───── Records provided ─────

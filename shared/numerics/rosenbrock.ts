import { type ErrorScale, errorNorm, worstState } from './error-norm.ts';
import { rodas4p } from './rodas4p-tableau.ts';
import type { Integrator, LinearSolver, OdeSystem, SolverOptions, StepCounts, StepFailure, StepOutcome } from './solver.ts';
import { factorAfterRejection, factorAfterSuccess } from './step-control.ts';

/** Taken apart here so that the inner loops read constants of this module. */
const {
  A21,
  A31,
  A32,
  A41,
  A42,
  A43,
  A51,
  A52,
  A53,
  A54,
  C2,
  C21,
  C3,
  C31,
  C32,
  C4,
  C41,
  C42,
  C43,
  C51,
  C52,
  C53,
  C54,
  C61,
  C62,
  C63,
  C64,
  C65,
  D1,
  D2,
  D3,
  D4,
  GAMMA,
  H11,
  H12,
  H13,
  H14,
  H21,
  H22,
  H23,
  H24,
  H25,
} = rodas4p;

const VANISHING = 1e-200;

/** Rodas4P: one exact Jacobian and one factorisation a step, a new factorisation only after a rejection. Needs the exact
 *  Jacobian (it is not a W-method). Deterministic: + − × ÷ and Math.sqrt only. */
export class Rosenbrock implements Integrator {
  readonly counts: StepCounts = {
    steps: 0,
    rejected: 0,
    evaluations: 0,
    jacobians: 0,
    factorisations: 0,
  };
  failure: StepFailure | null = null;
  from = 0;
  to = 0;
  before: Float64Array;
  after: Float64Array;
  private readonly k1: Float64Array;
  private readonly k2: Float64Array;
  private readonly jac: Float64Array;
  private readonly f0: Float64Array;
  private readonly f: Float64Array;
  private readonly ft: Float64Array;
  private readonly stage: Float64Array;
  private readonly u1: Float64Array;
  private readonly u2: Float64Array;
  private readonly u3: Float64Array;
  private readonly u4: Float64Array;
  private readonly u5: Float64Array;
  private readonly u6: Float64Array;
  private end = 0;
  private h = 0;
  private lastStep = 0;
  private lastError = 0;
  /** State that asked for the shortest step at the latest rejection. */
  private worst = -1;
  private readonly system: OdeSystem;
  private readonly linear: LinearSolver;
  private readonly options: SolverOptions;
  private readonly scale: ErrorScale;

  constructor(system: OdeSystem, linear: LinearSolver, options: SolverOptions) {
    this.system = system;
    this.linear = linear;
    this.options = options;
    const { size, counted, nominal } = system;
    this.scale = { size, counted, nominal, tolerance: options.tolerance, relativeLimit: options.relativeLimit };
    const vector = (): Float64Array => new Float64Array(system.length);
    this.before = vector();
    this.after = vector();
    this.k1 = vector();
    this.k2 = vector();
    this.jac = new Float64Array(linear.slots + 1);
    this.f0 = vector();
    this.f = vector();
    this.ft = vector();
    this.stage = vector();
    this.u1 = vector();
    this.u2 = vector();
    this.u3 = vector();
    this.u4 = vector();
    this.u5 = vector();
    this.u6 = vector();
  }

  begin(t: number, y: Float64Array, end: number): void {
    this.after.set(y);
    this.stage.set(y);
    this.from = t;
    this.to = t;
    this.end = end;
    this.h = this.options.firstStep;
    this.lastStep = 0;
    this.lastError = 0;
    this.failure = null;
    for (let i = 0; i < this.system.size; i++) {
      if (!Number.isFinite(y[i]!)) {
        this.failure = { reason: 'not-finite-start', time: t, state: i };
        return;
      }
    }
  }

  step(): StepOutcome {
    if (this.failure) return 'failed';
    const t = this.to;
    if (!(t < this.end)) return 'end';
    const swap = this.before;
    this.before = this.after;
    this.after = swap;
    const { system, counts, options } = this;
    const y = this.before;
    system.derivative(t, y, this.f0);
    system.jacobian(t, y, this.jac);
    counts.evaluations++;
    counts.jacobians++;
    if (system.ramping) this.timeSlope(t, y);
    else this.ft.fill(0);

    const least = 1e-15 * Math.abs(t) + 1e-30;
    let h = Math.min(this.h, options.longestStep);
    let rejectedBefore = false;
    for (;;) {
      const left = this.end - t;
      const last = h >= 0.99 * left;
      if (last) h = left;
      if (!(h > least) && !last) return this.fail('step-too-small', t);
      if (counts.steps + counts.rejected >= options.stepCap) return this.fail('step-cap', t);
      const solved = this.attempt(t, y, h);
      const error = solved ? errorNorm(this.scale, this.u6, y, this.after) : Number.NaN;
      if (error <= 1) {
        this.accept(t, h, last, Math.max(error, 1e-10), rejectedBefore);
        return 'accepted';
      }
      this.worst = worstState(this.scale, this.u6, y, this.after);
      if (!(h > least)) return this.fail(solved ? 'step-too-small' : 'singular', t);
      counts.rejected++;
      rejectedBefore = true;
      h *= factorAfterRejection(error);
    }
  }

  private accept(t: number, h: number, last: boolean, error: number, rejectedBefore: boolean): void {
    this.counts.steps++;
    const ratio = this.lastStep > 0 ? h / this.lastStep : 0;
    this.h = h * factorAfterSuccess(error, ratio, this.lastError, rejectedBefore);
    this.lastStep = h;
    this.lastError = error;
    this.from = t;
    this.to = last ? this.end : t + h;
    this.finish();
  }

  private fail(reason: StepFailure['reason'], time: number): StepOutcome {
    const state = this.worst < 0 && this.counts.steps > 0 ? worstState(this.scale, this.u6, this.before, this.after) : this.worst;
    this.failure = { reason, time, state };
    this.after.set(this.before);
    return 'failed';
  }

  /** ∂f/∂t by one difference, inside the segment. */
  private timeSlope(t: number, y: Float64Array): void {
    const { system, ft, f0 } = this;
    const delta = Math.min(Math.sqrt(1e-16 * Math.max(1e-5, Math.abs(t))), 0.5 * (this.end - t));
    const later = t + delta;
    const used = later - t;
    this.counts.evaluations++;
    system.derivative(later, y, ft);
    const inverse = used > 0 ? 1 / used : 0;
    for (let i = 0; i < system.size; i++) ft[i] = (ft[i]! - f0[i]!) * inverse;
  }

  /** The six stages; false when the matrix cannot be solved. Leaves y1 in `after` and the stages in u1 … u6. */
  private attempt(t: number, y: Float64Array, h: number): boolean {
    const { system, linear, f0, f, ft, stage, after, u1, u2, u3, u4, u5, u6 } = this;
    const n = system.size;
    const end = this.end;
    this.counts.factorisations++;
    if (!linear.factor(this.jac, 1 / (h * GAMMA))) return false;
    const ih = 1 / h;
    const d1 = h * D1;
    const d2 = h * D2;
    const d3 = h * D3;
    const d4 = h * D4;
    for (let i = 0; i < n; i++) u1[i] = f0[i]! + d1 * ft[i]!;
    if (!linear.solveChecked(u1)) return false;

    for (let i = 0; i < n; i++) stage[i] = y[i]! + A21 * u1[i]!;
    system.derivative(Math.min(t + C2 * h, end), stage, f);
    for (let i = 0; i < n; i++) u2[i] = f[i]! + ih * (C21 * u1[i]!) + d2 * ft[i]!;
    linear.solve(u2);

    for (let i = 0; i < n; i++) stage[i] = y[i]! + A31 * u1[i]! + A32 * u2[i]!;
    system.derivative(Math.min(t + C3 * h, end), stage, f);
    for (let i = 0; i < n; i++) u3[i] = f[i]! + ih * (C31 * u1[i]! + C32 * u2[i]!) + d3 * ft[i]!;
    linear.solve(u3);

    for (let i = 0; i < n; i++) stage[i] = y[i]! + A41 * u1[i]! + A42 * u2[i]! + A43 * u3[i]!;
    system.derivative(Math.min(t + C4 * h, end), stage, f);
    for (let i = 0; i < n; i++) u4[i] = f[i]! + ih * (C41 * u1[i]! + C42 * u2[i]! + C43 * u3[i]!) + d4 * ft[i]!;
    linear.solve(u4);

    const later = Math.min(t + h, end);
    for (let i = 0; i < n; i++) stage[i] = y[i]! + A51 * u1[i]! + A52 * u2[i]! + A53 * u3[i]! + A54 * u4[i]!;
    system.derivative(later, stage, f);
    for (let i = 0; i < n; i++) u5[i] = f[i]! + ih * (C51 * u1[i]! + C52 * u2[i]! + C53 * u3[i]! + C54 * u4[i]!);
    linear.solve(u5);

    for (let i = 0; i < n; i++) stage[i]! += u5[i]!;
    system.derivative(later, stage, f);
    for (let i = 0; i < n; i++) {
      u6[i] = f[i]! + ih * (C61 * u1[i]! + C62 * u2[i]! + C63 * u3[i]! + C64 * u4[i]! + C65 * u5[i]!);
    }
    linear.solve(u6);
    for (let i = 0; i < n; i++) after[i] = stage[i]! + u6[i]!;
    this.counts.evaluations += 5;
    return true;
  }

  /** Coefficients of the dense output of the step just accepted; states that have all but vanished become zero, because numbers
   *  near the smallest a computer knows lose their digits and are slow. */
  private finish(): void {
    const { after, k1, k2, u1, u2, u3, u4, u5 } = this;
    for (let i = 0; i < this.system.size; i++) {
      if (Math.abs(after[i]!) < VANISHING) after[i] = 0;
      k1[i] = H11 * u1[i]! + H12 * u2[i]! + H13 * u3[i]! + H14 * u4[i]!;
      k2[i] = H21 * u1[i]! + H22 * u2[i]! + H23 * u3[i]! + H24 * u4[i]! + H25 * u5[i]!;
    }
  }

  dense(q: number, out: Float64Array): void {
    const { before, after, k1, k2 } = this;
    const p = 1 - q;
    for (let i = 0; i < this.system.size; i++) out[i] = p * before[i]! + q * (after[i]! + p * (k1[i]! + q * k2[i]!));
  }

  denseSlope(q: number, out: Float64Array): void {
    const { before, after, k1, k2 } = this;
    const inverse = 1 / (this.to - this.from);
    const p = 1 - q;
    for (let i = 0; i < this.system.size; i++) {
      const k = k1[i]! + q * k2[i]!;
      out[i] = (after[i]! - before[i]! + (p - q) * k + q * p * k2[i]!) * inverse;
    }
  }
}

─────

Where a line of the entries contains the word "lastError", copy that line.

  private lastError = 0;
    this.lastError = 0;
    this.h = h * factorAfterSuccess(error, ratio, this.lastError, rejectedBefore);
    this.lastError = error;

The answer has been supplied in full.